It's not _that_ bad at 12pt, but all that's wrong with the font really shows
with smaller sizes. Stroke weights are inconsistent, eyes too small. The font
was meant to be "clear, pragmatic and very readable". Right now, it's none of
these.

Technical problems can be solved, and the font will look good to some. I don't
like it, but that's just a matter of taste. Layman's opinion on aesthetics can
only have statistical value (and it's questionable if professional's opinion
should be valued more).

What really bothers me is pretentiousness of the first paragraph. Basically,
"everything was meant to be great, so it is". That - along with a todo that
says nothing about fixing flaws, but dreams of having cyrillic, greek, unicode
- is the biggest problem of all.

Fixing that first would go a long way toward making this a newsworthy item and
a font to keep an eye on.

------
bubblicious
It probably took a lot of work to do so I'm not going to bash this... But
somehow I feel that the letters are not round enough for my eyes to easily
flow from one letter to the other.

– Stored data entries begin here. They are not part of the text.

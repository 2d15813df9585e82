//! The page's state: the pairs, the last good figures, and what waits.

mod by_hand;
mod received;
mod reversal;

use crate::address::{Address, Step};
use crate::asking::Asking;
use crate::canvas;
use crate::dom::Dom;
use crate::form;
use crate::hand::{Hand, Writes};
use crate::handles::Handles;
use crate::kept_rates::KeptRates;
use crate::law_fields::LawFields;
use crate::listen::After;
use crate::lists::{self, Act, Cell};
use crate::live::{Live, QUIET};
use crate::outcome::{self, Good};
use crate::paper::Paper;
use crate::passing::Passing;
use crate::phases::{Ask, Phases};
use crate::plates::Plates;
use crate::problems::{PATIENCE, Problems};
use crate::reading::Pointer;
use crate::reversal::Reversals;
use crate::rolling;
use crate::share::Shares;
use crate::stopwatch::{DRAW, Stopwatch, WORK};
use crate::timeline;
use crate::timer::{NextFrame, Timer};
use crate::unit_change::UnitChange;
use crate::working;
use aftercount_core::demo::DEMO;
use aftercount_core::mark::text_mark;
use aftercount_core::pairs::Pairs;
use aftercount_core::passing::words::room;
use aftercount_core::picture::Picture;
use aftercount_core::problem::{Problem, seen};
use aftercount_core::sides::Side;
use aftercount_core::statement::Statement;
use aftercount_core::words::format::three;
use std::cell::RefCell;
use std::rc::Rc;
use web_sys::{AbortSignal, Element};

/// The life of one instance of the program on the page.
pub(crate) struct Page {
    dom: Dom,
    signal: AbortSignal,
    pairs: Pairs,
    /// Whether the demo is shown because no key stands.
    demo: bool,
    /// Whether a blank form is being filled: then what is missing is no news.
    filling: bool,
    good: Option<Good>,
    /// The question of the text, where it has one.
    asking: Asking,
    /// The text that `good` is of.
    good_pairs: Option<Pairs>,
    reversals: Reversals,
    /// Problems that are not shown yet.
    waiting: Vec<Problem>,
    /// Whether `good` is of the text as it stands.
    current: bool,
    problems: Problems,
    kept_rates: KeptRates,
    hand: Hand,
    shares: Shares,
    unit_change: UnitChange,
    law_fields: LawFields,
    phases: Phases,
    address: Address,
    live: Live,
    plates: Plates,
    handles: Handles,
    passing: Passing,
    show_problems: Timer,
    write: Timer,
    show_share: Timer,
    speak: Timer,
    decide: Timer,
    ask_on: Timer,
    reverse_on: Timer,
    frame: NextFrame,
    paper: Paper,
}

/// How long the page is at rest before it works out what decided an engagement, in milliseconds: that takes many fights.
const SETTLED: i32 = 250;

/// Why the text changed.
#[derive(Clone, Copy, PartialEq, Eq)]
enum Cause {
    /// Somebody is typing.
    Typed,
    /// It came as a whole: from the address, a step back, a button.
    Whole,
}
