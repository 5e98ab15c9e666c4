"""What the commands show: tables, progress, findings. The only place that prints."""

import json
import sys
import time
from collections.abc import Iterator, Mapping, Sequence
from contextlib import contextmanager
from typing import Any

import click
from rich import box
from rich.console import Console
from rich.markup import escape
from rich.progress import (
    BarColumn,
    MofNCompleteColumn,
    Progress,
    TaskID,
    TextColumn,
    TimeElapsedColumn,
    TimeRemainingColumn,
)
from rich.table import Table

from panelkit.records import Findings
from panelkit.runtime import Listener, silent
from panelkit.runtime import Progress as Event

__all__ = ["console", "show_findings", "show_json", "show_table", "watching"]

WIDE = 200  # columns where there is no terminal to fit into
_STYLES = {"stop": "bold reverse", "warning": "bold", "info": "dim"}


def console() -> Console:
    """Return the console of standard output, without colour off the terminal."""
    if sys.stdout.isatty():
        return Console(highlight=False)
    return Console(highlight=False, soft_wrap=True, width=WIDE)


def show_json(content: Mapping[str, Any]) -> None:
    """Print one JSON document."""
    click.echo(json.dumps(content, indent=2, sort_keys=True, ensure_ascii=False))


def show_table(
    title: str,
    header: Sequence[str],
    rows: Sequence[Sequence[str]],
    right: Sequence[int] = (),
) -> None:
    """Print a table.

    Parameters
    ----------
    title : str
        Shown above.
    header : sequence of str
        Column names.
    rows : sequence of sequence of str
        Cells; text of the data is shown as it is, never as markup.
    right : sequence of int
        Columns to be aligned to the right.
    """
    table = Table(
        title=title,
        box=box.SIMPLE_HEAD,
        title_justify="left",
        title_style="bold",
        padding=(0, 1),
        pad_edge=False,
    )
    for k, name in enumerate(header):
        table.add_column(name, justify="right" if k in right else "left", no_wrap=True)
    for row in rows:
        table.add_row(*(escape(cell) for cell in row))
    console().print(table)


def show_findings(findings: Findings) -> None:
    """Print findings, what stops first."""
    screen = console()
    for severity in ("stop", "warning", "info"):
        for item in findings:
            if item.severity == severity:
                screen.print(
                    f"[{_STYLES[severity]}]{severity:>7}[/]  {escape(item.code)}  "
                    f"({escape(item.where)})\n         {escape(item.message)}\n"
                    f"         Next: {escape(item.next_step)}"
                )


@contextmanager
def watching(quiet: bool) -> Iterator[Listener]:
    """Show progress with the time left while work goes on; quiet off the terminal.

    Parameters
    ----------
    quiet : bool
        Show nothing.

    Yields
    ------
    callable
        A listener for the work.
    """
    if quiet or not sys.stderr.isatty():
        yield silent if quiet else _say_stages()
        return
    bar = Progress(
        TextColumn("{task.description:<20}"),
        BarColumn(bar_width=30),
        MofNCompleteColumn(),
        TimeElapsedColumn(),
        TextColumn("left"),
        TimeRemainingColumn(),
        console=Console(stderr=True),
    )
    tasks: dict[str, TaskID] = {}
    with bar:

        def listen(event: Event) -> None:
            if event.stage not in tasks:
                tasks[event.stage] = bar.add_task(event.stage, total=event.total)
            bar.update(tasks[event.stage], completed=event.done, total=event.total)

        yield listen


def _say_stages() -> Listener:
    """Return a listener that writes one line when a stage is over."""
    started: dict[str, float] = {}

    def listen(event: Event) -> None:
        started.setdefault(event.stage, time.monotonic())
        if event.done == event.total:
            seconds = time.monotonic() - started[event.stage]
            click.echo(f"{event.stage}: done ({seconds:.1f} s)", err=True)

    return listen
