"""``panelkit shortlist``: which markers are picked again and again."""

from pathlib import Path

import click

from panelkit.cli.screen import console, show_json, show_table, watching
from panelkit.records import RESEARCH_USE
from panelkit.workflow import ShortlistRun, run_shortlist, shortlist_content

__all__ = ["command"]

MOST_ROWS = 15


@click.command("shortlist")
@click.argument("study", type=click.Path(path_type=Path))
@click.option(
    "--out",
    type=click.Path(path_type=Path),
    required=True,
    help="Run folder: new, empty, or an earlier attempt at the same study.",
)
@click.option("--threads", type=int, help="Threads.  [all processors]")
@click.option("--quiet", is_flag=True, help="Show no progress and no table.")
@click.option("--json", "as_json", is_flag=True, help="Print the result as JSON.")
def command(
    study: Path, out: Path, threads: int | None, quiet: bool, as_json: bool
) -> None:
    """Shortlist markers of STUDY: no panels, no prices, no accuracy."""
    with watching(quiet or as_json) as listener:
        run = run_shortlist(study, out, threads=threads, listener=listener)
    if as_json:
        show_json(shortlist_content(run))
    elif not quiet:
        _show(run)


def _show(run: ShortlistRun) -> None:
    results = run.results
    table = results.shortlist
    n_rows = min(MOST_ROWS, len(table.feature))
    show_table(
        f"{results.outcome}; {results.n_subjects} people, "
        f"{len(results.features):,} features",
        [
            "feature", "symbol", "frequency", "interval", "sign", "group freq.",
            "difference", "AUC (apparent)", "mark",
        ],
        [_row(run, i) for i in range(n_rows)],
        right=(2, 5, 6, 7),
    )  # fmt: skip
    screen = console()
    if len(table.feature) > n_rows:
        screen.print(
            f"The first {n_rows} of {len(table.feature):,} features that were ever "
            "picked or are candidates.",
            markup=False,
        )
    screen.print()
    for finding in results.findings.of("stop") + results.findings.of("warning"):
        screen.print(
            f"{finding.severity}: {finding.code}: {finding.message}", markup=False
        )
    for sentence in results.sentences():
        screen.print(sentence, markup=False)
    for other in results.selectors:
        named = [str(results.features[j]) for j in other.shortlist[:5]]
        screen.print(
            f"{other.selector}: shortlist {', '.join(named) or 'empty'}; most frequent "
            f"{results.features[other.top_feature]} ({other.top_frequency:.2f}); set "
            f"agreement {other.agreement.stability:.2f}",
            markup=False,
        )
    screen.print(RESEARCH_USE, markup=False)
    screen.print(f"Folder: {run.path}", markup=False)


def _row(run: ShortlistRun, i: int) -> list[str]:
    table = run.results.shortlist
    mark = "candidate only" if table.candidate[i] else ""
    return [
        str(table.feature[i]),
        str(table.symbol[i]),
        f"{table.frequency[i]:.2f}",
        f"{table.frequency_low[i]:.2f}-{table.frequency_high[i]:.2f}",
        str(table.sign[i]),
        f"{table.group_frequency[i]:.2f}",
        f"{table.difference[i]:.3g}",
        f"{table.single_marker_auc[i]:.3f}",
        "shortlist" if table.picked[i] else mark,
    ]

But then again I don't have the best eyes
either so hopefully it's useful to some other devs.

------
ICWiener
Thanks, it is always nice to see a monospaced font available. I especially
like the light version. I also like the fact that symbols that look similar
(e.g. "1lI") are very distinct from each others.

------
gearoidoc
Not exactly the best name for changing the programmer stereotype...

------
Tiksi
I struggled for a long time to find a font that looks good even when it's tiny
and subpixel smoothing isn't very effective. I've pretty much settled on
tamsyn: [http://www.fial.com/~scott/tamsyn-
font/](http://www.fial.com/~scott/tamsyn-font/)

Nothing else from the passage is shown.